_EXERCISE DIRECTIONS_
Copy out the data so that nothing differs from the original.

_GIVEN RECORDS_
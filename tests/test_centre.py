"""Oxidation states, d counts, electron counts and geometry choice of textbook complexes."""

from __future__ import annotations

import pytest

from enumerator.analyses.centre import choose_geometry, count_electrons
from enumerator.model.elements import group_of
from enumerator.parse.condensed import parse_condensed
from enumerator.rules.ruleset import load_rules
from enumerator.workflow.pipeline import Request, run

RS = load_rules()


def ec(text):
    return count_electrons(parse_condensed(text, RS))


@pytest.mark.parametrize(
    "formula, os_, d, ve, source",
    [
        ("[Fe(CN)5(NO)]2-", 2, 6, 18, "Housecroft & Sharpe, Inorganic Chemistry: nitroprusside, Fe(II) with NO+"),
        ("Ni(CO)4", 0, 10, 18, "Crabtree, The Organometallic Chemistry of the Transition Metals, ch. 2"),
        ("[Fe(CO)5]", 0, 8, 18, "Crabtree, ch. 2 (18-electron carbonyls)"),
        ("[Cr(CO)6]", 0, 6, 18, "Crabtree, ch. 2"),
        ("[CpMn(CO)3]", 1, 6, 18, "Crabtree, ch. 2: CpMn(CO)3, Mn(I) d6 18e (ionic model)"),
        ("[Cp2Fe]", 2, 6, 18, "Crabtree, ch. 2: ferrocene Fe(II) d6 18e"),
        ("[Cr(η6-C6H6)(CO)3]", 0, 6, 18, "Spessard & Miessler, Organometallic Chemistry: (benzene)Cr(CO)3"),
        ("[IrCl(CO)(PPh3)2]", 1, 8, 16, "Crabtree, ch. 2: Vaska's complex, 16e Ir(I)"),
        ("[PtCl2(NH3)2]", 2, 8, 16, "Housecroft & Sharpe: cisplatin, square-planar Pt(II) d8"),
        ("[Mn(CO)5(Me)]", 1, 6, 18, "Crabtree, ch. 2: MeMn(CO)5"),
        ("[Fe(CN)6]4-", 2, 6, 18, "Housecroft & Sharpe: hexacyanidoferrate(II), low-spin d6"),
        ("[Fe(CN)6]3-", 3, 5, 17, "Housecroft & Sharpe: hexacyanidoferrate(III), d5"),
        ("[Co(NH3)5(NObent)]2+", 3, 6, 18, "from memory: bent {CoNO}8 nitrosyl of pentaammine cobalt"),
        ("[MnO4]-", 7, 0, 16, "Housecroft & Sharpe: permanganate Mn(VII) d0; oxo counted as X2 (Crabtree, ch. 2)"),
        ("[Fe(CO)4]2-", -2, 10, 18, "Crabtree, ch. 2 / Collman's reagent anion Fe(-II) d10"),
        ("[RhCl(PPh3)3]", 1, 8, 16, "Crabtree: Wilkinson's catalyst, 16e Rh(I)"),
    ],
)
def test_textbook_counts(formula, os_, d, ve, source):
    c = ec(formula)
    assert (c.oxidation_state, c.d_electrons, c.valence_electrons) == (os_, d, ve), source
    assert c.valence_electrons_ionic == c.valence_electrons  # the two counting methods agree (Crabtree, ch. 2)


def test_enemark_feltham():
    # Enemark & Feltham, Coord. Chem. Rev. 13 (1974) 339: nitroprusside is {FeNO}6;
    # the notation does not depend on the linear/bent formalism.
    assert ec("[Fe(CN)5(NO)]2-").enemark_feltham == "{FeNO}6"
    assert ec("[Co(NH3)5(NO)]2+").enemark_feltham == ec("[Co(NH3)5(NObent)]2+").enemark_feltham == "{CoNO}8"
    assert ec("[Fe(CO)2(NO)2]").enemark_feltham == "{Fe(NO)2}10"  # from memory: tetrahedral {Fe(NO)2}10


def test_group_numbers_against_pymatgen():
    """Group numbers computed from Z agree with pymatgen (reference library) outside the f-block."""
    from pymatgen.core.periodic_table import Element

    for z in range(1, 104):
        g, block = group_of(z)
        if block == "f":
            continue
        assert g == Element.from_Z(z).group, z


@pytest.mark.parametrize(
    "formula, sym, alt, why",
    [
        ("[PtCl2(NH3)2]", "SP-4", "T-4", "d8"),  # Housecroft & Sharpe: four-coordinate d8 square planar
        ("Ni(CO)4", "T-4", "SP-4", "d10"),  # Crabtree: Ni(CO)4 tetrahedral
        ("[Fe(CO)5]", "TBPY-5", "SPY-5", "trigonal bipyramid"),  # Fe(CO)5 is D3h (Housecroft & Sharpe)
        ("[Cr(CO)6]", "OC-6", "TPR-6", "octahedral"),
        ("[CpMn(CO)3]", "T-4", None, "three-legged piano stool"),  # Housecroft & Sharpe: CpMn(CO)3 half-sandwich
    ],
)
def test_default_geometry(formula, sym, alt, why):
    from enumerator.analyses.centre import default_geometry

    s, reason, alts = default_geometry(parse_condensed(formula, RS), RS)
    assert s == sym and (alt is None or alt in alts) and why in reason


def test_override_and_json():
    comp = parse_condensed("[Fe(CO)5]", RS)
    s, reason = choose_geometry(comp, RS, "SPY-5")
    assert s == "SPY-5" and "as requested" in reason and "TBPY-5" in reason
    res = run(Request("[RuCl2(CO)2(PPh3)2]"))
    c = res.to_dict()["centre"]
    assert (c["metal"], c["oxidation_state"], c["d_electrons"], c["valence_electrons"]) == ("Ru", 2, 6, 18)
    assert isinstance(c["geometry_reason"], str) and c["geometry_reason"]


@pytest.mark.parametrize(
    "formula, geo, geometric, stereo, source",
    [
        ("[Co(NH3)4Cl2]+", 2, 2, 2, "Werner's praseo/violeo salts; Housecroft & Sharpe: cis and trans"),
        ("[Co(en)2Cl2]+", 2, 2, 3, "Werner 1911: trans plus the resolved cis enantiomers; Housecroft & Sharpe"),
        ("[RuCl2(CO)2(PPh3)2]", 5, 5, 6, "from memory: five geometric isomers of MA2B2C2, one of them chiral"),
        ("[Co(NH3)3Cl3]", 2, 2, 2, "Housecroft & Sharpe: fac and mer"),
        ("[Fe(CN)5(NO)]2-", 1, 1, 1, "common practice: one MA5B isomer"),
    ],
)
def test_isomer_counts_of_real_complexes(formula, geo, geometric, stereo, source):
    r = run(Request(formula))
    assert (r.isomer_set.geometric_isomers, r.isomer_set.stereoisomers) == (geometric, stereo), source
    assert r.geometry.symbol == "OC-6"


def test_point_groups_real():
    # Housecroft & Sharpe, character-table examples: trans-[Co(NH3)4Cl2]+ D4h, cis C2v (NH3 as points)
    r = run(Request("[Co(NH3)4Cl2]+"))
    assert sorted(i.point_group for i in r.isomers) == ["C2v", "D4h"]
    r = run(Request("[CpMn(CO)3]"))
    assert [i.point_group for i in r.isomers] == ["C3v"]  # piano-stool local symmetry, common practice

_RESULT OF THE TASK_
filename tests/test_centre.py
"""Oxidation states, d counts, electron counts and geometry choice of textbook complexes."""

from __future__ import annotations

import pytest

from enumerator.analyses.centre import choose_geometry, count_electrons
from enumerator.model.elements import group_of
from enumerator.parse.condensed import parse_condensed
from enumerator.rules.ruleset import load_rules
from enumerator.workflow.pipeline import Request, run

RS = load_rules()


def ec(text):
    return count_electrons(parse_condensed(text, RS))


@pytest.mark.parametrize(
    "formula, os_, d, ve, source",
    [
        ("[Fe(CN)5(NO)]2-", 2, 6, 18, "Housecroft & Sharpe, Inorganic Chemistry: nitroprusside, Fe(II) with NO+"),
        ("Ni(CO)4", 0, 10, 18, "Crabtree, The Organometallic Chemistry of the Transition Metals, ch. 2"),
        ("[Fe(CO)5]", 0, 8, 18, "Crabtree, ch. 2 (18-electron carbonyls)"),
        ("[Cr(CO)6]", 0, 6, 18, "Crabtree, ch. 2"),
        ("[CpMn(CO)3]", 1, 6, 18, "Crabtree, ch. 2: CpMn(CO)3, Mn(I) d6 18e (ionic model)"),
        ("[Cp2Fe]", 2, 6, 18, "Crabtree, ch. 2: ferrocene Fe(II) d6 18e"),
        ("[Cr(η6-C6H6)(CO)3]", 0, 6, 18, "Spessard & Miessler, Organometallic Chemistry: (benzene)Cr(CO)3"),
        ("[IrCl(CO)(PPh3)2]", 1, 8, 16, "Crabtree, ch. 2: Vaska's complex, 16e Ir(I)"),
        ("[PtCl2(NH3)2]", 2, 8, 16, "Housecroft & Sharpe: cisplatin, square-planar Pt(II) d8"),
        ("[Mn(CO)5(Me)]", 1, 6, 18, "Crabtree, ch. 2: MeMn(CO)5"),
        ("[Fe(CN)6]4-", 2, 6, 18, "Housecroft & Sharpe: hexacyanidoferrate(II), low-spin d6"),
        ("[Fe(CN)6]3-", 3, 5, 17, "Housecroft & Sharpe: hexacyanidoferrate(III), d5"),
        ("[Co(NH3)5(NObent)]2+", 3, 6, 18, "from memory: bent {CoNO}8 nitrosyl of pentaammine cobalt"),
        ("[MnO4]-", 7, 0, 16, "Housecroft & Sharpe: permanganate Mn(VII) d0; oxo counted as X2 (Crabtree, ch. 2)"),
        ("[Fe(CO)4]2-", -2, 10, 18, "Crabtree, ch. 2 / Collman's reagent anion Fe(-II) d10"),
        ("[RhCl(PPh3)3]", 1, 8, 16, "Crabtree: Wilkinson's catalyst, 16e Rh(I)"),
    ],
)
def test_textbook_counts(formula, os_, d, ve, source):
    c = ec(formula)
    assert (c.oxidation_state, c.d_electrons, c.valence_electrons) == (os_, d, ve), source
    assert c.valence_electrons_ionic == c.valence_electrons  # the two counting methods agree (Crabtree, ch. 2)


def test_enemark_feltham():
    # Enemark & Feltham, Coord. Chem. Rev. 13 (1974) 339: nitroprusside is {FeNO}6;
    # the notation does not depend on the linear/bent formalism.
    assert ec("[Fe(CN)5(NO)]2-").enemark_feltham == "{FeNO}6"
    assert ec("[Co(NH3)5(NO)]2+").enemark_feltham == ec("[Co(NH3)5(NObent)]2+").enemark_feltham == "{CoNO}8"
    assert ec("[Fe(CO)2(NO)2]").enemark_feltham == "{Fe(NO)2}10"  # from memory: tetrahedral {Fe(NO)2}10


def test_group_numbers_against_pymatgen():
    """Group numbers computed from Z agree with pymatgen (reference library) outside the f-block."""
    from pymatgen.core.periodic_table import Element

    for z in range(1, 104):
        g, block = group_of(z)
        if block == "f":
            continue
        assert g == Element.from_Z(z).group, z


@pytest.mark.parametrize(
    "formula, sym, alt, why",
    [
        ("[PtCl2(NH3)2]", "SP-4", "T-4", "d8"),  # Housecroft & Sharpe: four-coordinate d8 square planar
        ("Ni(CO)4", "T-4", "SP-4", "d10"),  # Crabtree: Ni(CO)4 tetrahedral
        ("[Fe(CO)5]", "TBPY-5", "SPY-5", "trigonal bipyramid"),  # Fe(CO)5 is D3h (Housecroft & Sharpe)
        ("[Cr(CO)6]", "OC-6", "TPR-6", "octahedral"),
        ("[CpMn(CO)3]", "T-4", None, "three-legged piano stool"),  # Housecroft & Sharpe: CpMn(CO)3 half-sandwich
    ],
)
def test_default_geometry(formula, sym, alt, why):
    from enumerator.analyses.centre import default_geometry

    s, reason, alts = default_geometry(parse_condensed(formula, RS), RS)
    assert s == sym and (alt is None or alt in alts) and why in reason


def test_override_and_json():
    comp = parse_condensed("[Fe(CO)5]", RS)
    s, reason = choose_geometry(comp, RS, "SPY-5")
    assert s == "SPY-5" and "as requested" in reason and "TBPY-5" in reason
    res = run(Request("[RuCl2(CO)2(PPh3)2]"))
    c = res.to_dict()["centre"]
    assert (c["metal"], c["oxidation_state"], c["d_electrons"], c["valence_electrons"]) == ("Ru", 2, 6, 18)
    assert isinstance(c["geometry_reason"], str) and c["geometry_reason"]


@pytest.mark.parametrize(
    "formula, geo, geometric, stereo, source",
    [
        ("[Co(NH3)4Cl2]+", 2, 2, 2, "Werner's praseo/violeo salts; Housecroft & Sharpe: cis and trans"),
        ("[Co(en)2Cl2]+", 2, 2, 3, "Werner 1911: trans plus the resolved cis enantiomers; Housecroft & Sharpe"),
        ("[RuCl2(CO)2(PPh3)2]", 5, 5, 6, "from memory: five geometric isomers of MA2B2C2, one of them chiral"),
        ("[Co(NH3)3Cl3]", 2, 2, 2, "Housecroft & Sharpe: fac and mer"),
        ("[Fe(CN)5(NO)]2-", 1, 1, 1, "common practice: one MA5B isomer"),
    ],
)
def test_isomer_counts_of_real_complexes(formula, geo, geometric, stereo, source):
    r = run(Request(formula))
    assert (r.isomer_set.geometric_isomers, r.isomer_set.stereoisomers) == (geometric, stereo), source
    assert r.geometry.symbol == "OC-6"


def test_point_groups_real():
    # Housecroft & Sharpe, character-table examples: trans-[Co(NH3)4Cl2]+ D4h, cis C2v (NH3 as points)
    r = run(Request("[Co(NH3)4Cl2]+"))
    assert sorted(i.point_group for i in r.isomers) == ["C2v", "D4h"]
    r = run(Request("[CpMn(CO)3]"))
    assert [i.point_group for i in r.isomers] == ["C3v"]  # piano-stool local symmetry, common practice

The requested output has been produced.